Role of weak uncorrelated pinning introduced by BaZrO3 nanorods at low-temperature in (Y,Gd)Ba2Cu3Ox thin films

REBa2Cu3Ox (REBCO) films can achieve remarkably high critical current density Jc values by the incorporation of insulating nanoparticles. A particularly interesting case concerns BaZrO3 (BZO) nanorods which strongly enhance Jc at high temperatures and fields up to a few tesla. Here we investigate the full angular transport Jc over a much broader range of field (up to 31 T) and temperature (4.2-77 K), a range suitable for new very high field magnet applications. We show that the correlated c-axis pinning of BZO nanorods becomes progressively less obvious at lower temperatures and indeed at 4.2 K up to 31 T, the only visible correlated pinning is for fields parallel to the film plane.
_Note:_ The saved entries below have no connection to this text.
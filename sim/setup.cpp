#include "sim/setup.hpp"

#include <algorithm>

namespace tocsin {

StaffModel staff_model(const SimulationSetup& setup, const Plan& plan, std::uint32_t unit_count) {
    StaffModel m;
    m.roles = setup.roles;
    m.escalation = plan.escalation ? *plan.escalation : setup.escalation;
    if (plan.roster && plan.staffing.first_role < m.roles.size()) m.roles[plan.staffing.first_role].roster = *plan.roster;
    m.unit_count = std::max<std::uint32_t>(1, unit_count);
    return m;
}

Rule channel_rule(const Plan& plan) {
    if (plan.channel != Channel::ranked_review) return plan.rule;
    Rule rule = plan.rule;
    rule.snooze = plan.review.skip_reviewed;
    return rule;
}

}  // namespace tocsin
Jc at 4.2 K is still, however, strongly enhanced by the BZO nanorods, as is clearly manifested by a remarkably high bulk pinning force density Fp ? 900 GN/m3 for H?c, because the BZO nanorods add weak but very dense pins which contribute up to half of Jc in the low temperature limit. Above about 30 K these dense but weak pins lose their effectiveness and Jc then becomes dominated by the sparse but strong BZO pins. This strong temperature dependence of the dominant pinning effects of multiple pin types makes broad range characterization essential to reveal the great flexibility of pinning in modern REBCO films that is almost certainly not yet fully optimized.